As an economist in the water industry, I am starting to get asked ‘Why is my water bill going up so much’? There is a long economics answer to that (ask me, please), but there is a much shorter answer. It starts with a different question – Why is water so cheap?
Australian utilities invest in advanced water and wastewater infrastructure. But with very long-lived assets it is also true that we have a massive legacy to the past. Water is cheap in Australia because our previous generations built many the assets we use today. They built them and they paid for them, and they passed them onto us, virtually debt free and in great working order. We are like teenagers who have been given a car by their parents and only pay for the scheduled servicing.
Think Warragamba Dam in Sydney near where I live.
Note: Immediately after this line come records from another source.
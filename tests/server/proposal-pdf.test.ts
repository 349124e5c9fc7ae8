import { afterAll, describe, expect, it } from "vitest";
import { formatDate, formatMoney, type ProposalDocDto } from "@shared/schemas/proposal";
import { buildProposalDoc } from "@server/services/proposal-content";
import { renderProposalPdf } from "@server/pdf/proposal-pdf";
import { coverage, loadInterFonts } from "@server/pdf/fonts";
import { closePdfWorkers, renderProposalPdfInWorker } from "@server/pdf/pdf-worker";
import { LONG_COMPANY_NAME, manyPlaneRoof, proposalInput } from "../helpers/proposal-fixtures";
import { pdfItems, pdfPages, squash } from "../helpers/pdf-text";

afterAll(() => closePdfWorkers());

/** Every text item lies inside the page (nothing drawn past an edge or into the footer's margin area). */
async function expectInsidePages(pdf: Buffer) {
  const items = await pdfItems(pdf);
  expect(items.length).toBeGreaterThan(50);
  for (const it of items) {
    expect(it.x, `"${it.str}" starts left of the page`).toBeGreaterThanOrEqual(30);
    expect(it.x + it.width, `"${it.str}" runs past the right margin on page ${it.page}`).toBeLessThanOrEqual(it.pageWidth - 30);
    expect(it.y, `"${it.str}" sits below the footer on page ${it.page}`).toBeGreaterThanOrEqual(20);
    expect(it.y, `"${it.str}" is above the page`).toBeLessThanOrEqual(it.pageHeight - 20);
  }
}

/** The pages' text without running headers (pages 2+) and footers, so a paragraph split by a page break reads whole. */
const bodyText = (pages: string[]) =>
  pages
    .map((p, i) => p.split("\n").slice(i === 0 ? 0 : 1, -1).join("\n"))
    .join("\n");

function expectPageNumbers(pages: string[]) {
  pages.forEach((p, i) => expect(p).toContain(`Page ${i + 1} of ${pages.length}`));
}

describe("renderProposalPdf", () => {
  it("renders the demo proposal with totals, options, deposit, terms, cautions, link and page numbers", async () => {
    const doc = buildProposalDoc(proposalInput({ optionCount: 3 }));
    const pdf = await renderProposalPdf(doc);
    expect(pdf.subarray(0, 5).toString()).toBe("%PDF-");
    const pages = await pdfPages(pdf);
    const text = pages.join("\n");
    const flat = squash(bodyText(pages));
    expectPageNumbers(pages);
    expect(text).toContain("Quarry Slope Steelworks");
    expect(text).toContain("Licence RC-204518");
    expect(text).toContain("Marisol Vantongeren");
    expect(text).toContain("42 Larkspur Bend");
    expect(text).toContain("QSS-1042");
    expect(text).toContain(formatDate(doc.validUntil));
    for (const o of doc.options) {
      expect(text).toContain(o.label);
      expect(text).toContain(formatMoney(o.totalCents));
      expect(text).toContain(formatMoney(o.priceCents));
      expect(text).toContain(formatMoney(o.taxCents));
      expect(text).toContain(formatMoney(o.depositCents));
      for (const d of o.differences) expect(flat).toContain(squash(d));
    }
    expect(text).toContain("$41,864.50");
    expect(text).toContain("Deposit (30%)");
    for (const area of doc.scope.areas) for (const l of area.layers) for (const s of l.sentences) expect(flat).toContain(squash(s));
    expect(flat).toContain("shiny side facing up, toward the air gap");
    for (const t of [...doc.paymentTerms, ...doc.exclusions, ...doc.warranty]) expect(flat).toContain(squash(t));
    for (const c of doc.cautions.items) {
      expect(text).toContain(c.title);
      expect(flat).toContain(squash(c.text));
    }
    expect(flat).toContain(squash(doc.cautions.governs));
    expect(text).toContain(doc.acceptUrl);
    expect(text).toContain("Roof plan");
    await expectInsidePages(pdf);
  });

  it("keeps a long company name and accented names whole", async () => {
    const name = "Zoë Łukasiewicz-Øvergaard";
    const doc = buildProposalDoc(proposalInput({ companyName: LONG_COMPANY_NAME, customerName: name }));
    const pdf = await renderProposalPdf(doc);
    const pages = await pdfPages(pdf);
    const text = pages.join("\n");
    expect(text).toContain(name);
    expect(squash(text)).toContain(LONG_COMPANY_NAME); // in the introduction, wrapped over lines
    expect(coverage(loadInterFonts(), name).missing).toEqual([]);
    expectPageNumbers(pages);
    await expectInsidePages(pdf);
  });

  it("draws a Cyrillic name with Inter's Cyrillic subset", async () => {
    const name = "Анна Ковальчук";
    expect(coverage(loadInterFonts(), name).missing).toEqual([]);
    const pdf = await renderProposalPdf(buildProposalDoc(proposalInput({ customerName: name })));
    const text = (await pdfPages(pdf)).join("\n");
    expect(text).toContain(name);
  });

  it("reports characters no Inter subset has, instead of pretending to draw them", () => {
    expect(coverage(loadInterFonts(), "山田 太郎").missing).toEqual(["山", "田", "太", "郎"]);
  });

  it("adds pages and cuts no text with 5 options and 40 planes", async () => {
    const input = proposalInput({ roof: manyPlaneRoof(40), optionCount: 5, companyName: LONG_COMPANY_NAME, customerName: "Zoë Łukasiewicz-Øvergaard" });
    const doc = buildProposalDoc(input);
    expect(doc.plan.planes).toHaveLength(40);
    const pdf = await renderProposalPdf(doc);
    const pages = await pdfPages(pdf);
    expect(pages.length).toBeGreaterThan(4);
    expectPageNumbers(pages);
    const text = pages.join("\n");
    const flat = squash(bodyText(pages));
    // Amounts stand on the first line of each table row; without them a wrapped option label reads whole.
    const withoutAmounts = squash(bodyText(pages).replace(/\$[\d,]+\.\d\d/g, " "));
    for (const o of doc.options) {
      expect(withoutAmounts).toContain(squash(o.label));
      expect(text).toContain(formatMoney(o.totalCents));
      expect(text).toContain(formatMoney(o.depositCents));
      for (const d of o.differences) expect(flat).toContain(squash(d));
    }
    for (const p of doc.scope.areas.flatMap((a) => a.planes)) expect(flat).toContain(`${p.number}. ${p.name} (`);
    expect(text).toContain(doc.acceptUrl);
    expect(flat).toContain(squash(doc.cautions.governs));
    await expectInsidePages(pdf);
  });

  it("shows the signer, time and chosen option once accepted", async () => {
    const doc = buildProposalDoc(
      proposalInput({ status: "accepted", acceptance: { signerName: "Анна Ковальчук", acceptedAt: "2026-03-09T18:22:00Z", optionId: "102" } }),
    );
    const text = (await pdfPages(await renderProposalPdf(doc))).join("\n");
    expect(text).toContain("Signed by: Анна Ковальчук");
    expect(text).toContain("Accepted: March 9, 2026, 18:22 UTC");
    expect(text).toContain("Option chosen: Mesh mat with foil");
    expect(text).toContain("Mesh mat with foil (chosen)");
  });

  it("marks a draft and draws the vector plan without a logo image", async () => {
    const doc: ProposalDocDto = buildProposalDoc(proposalInput({ status: "draft" }));
    const pdf = await renderProposalPdf(doc);
    const text = (await pdfPages(pdf)).join("\n");
    expect(text).toContain("Metal roof proposal (draft)");
    expect(text).toContain("8/12"); // plane pitch labels in the plan
    expect(text).toContain("Eave");
  });
});

describe("renderProposalPdfInWorker", () => {
  it("renders off the main thread (TypeScript worker under vitest) a PDF like the direct call's", async () => {
    const doc = buildProposalDoc(proposalInput({ optionCount: 3 }));
    const direct = await renderProposalPdf(doc);
    const [a, b] = await Promise.all([renderProposalPdfInWorker(doc), renderProposalPdfInWorker(doc)]);
    for (const w of [a, b]) {
      expect(w.subarray(0, 5).toString()).toBe("%PDF-");
      expect(Math.abs(w.length - direct.length) / direct.length).toBeLessThan(0.05);
    }
    expect(await pdfPages(a)).toEqual(await pdfPages(direct));
  }, 60_000);

  it("rejects with the worker's error for a broken document and keeps working", async () => {
    await expect(renderProposalPdfInWorker({} as ProposalDocDto)).rejects.toThrow(/PDF worker/);
    const ok = await renderProposalPdfInWorker(buildProposalDoc(proposalInput({ optionCount: 1 })));
    expect(ok.subarray(0, 5).toString()).toBe("%PDF-");
  }, 60_000);
});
Completed in 1960 and still supplying water to most people in Sydney today. We pay little for the cost of the dam. We also pay little for the vast hidden network of pipes and tunnels under our cities. Thousands of kilometers of pipes under every city which we rarely think about, built and paid for by the last generation.
But you can see where this is going. Water will always be excellent value, but it can’t be cheap forever.
All around Australia we have used up the capacity in those systems which were built up to 70 years ago. They are starting to need more maintenance and replacement to last for the next 100 years. Australia has a rapidly growing population and every one of the Government’s targeted 1.2 million new homes will need a water and wastewater connection. Servicing growth costs more when you are getting the existing services at a low price. Oh, and there is that thingy climate change to prepare for, which involves more recycling and desalination as well as preparing for extreme events.
So, the short answer to why bills will go up is that this generation needs to pay its fair share and even start considering what it might leave to its children and grandchildren. Blunt, I know, but there you have it.
Water is a basic human right, and the water industry will always look after those that can’t afford to pay, particularly during the cost of living crisis. But for the rest of us who can pay, we really can’t complain about paying a bit more.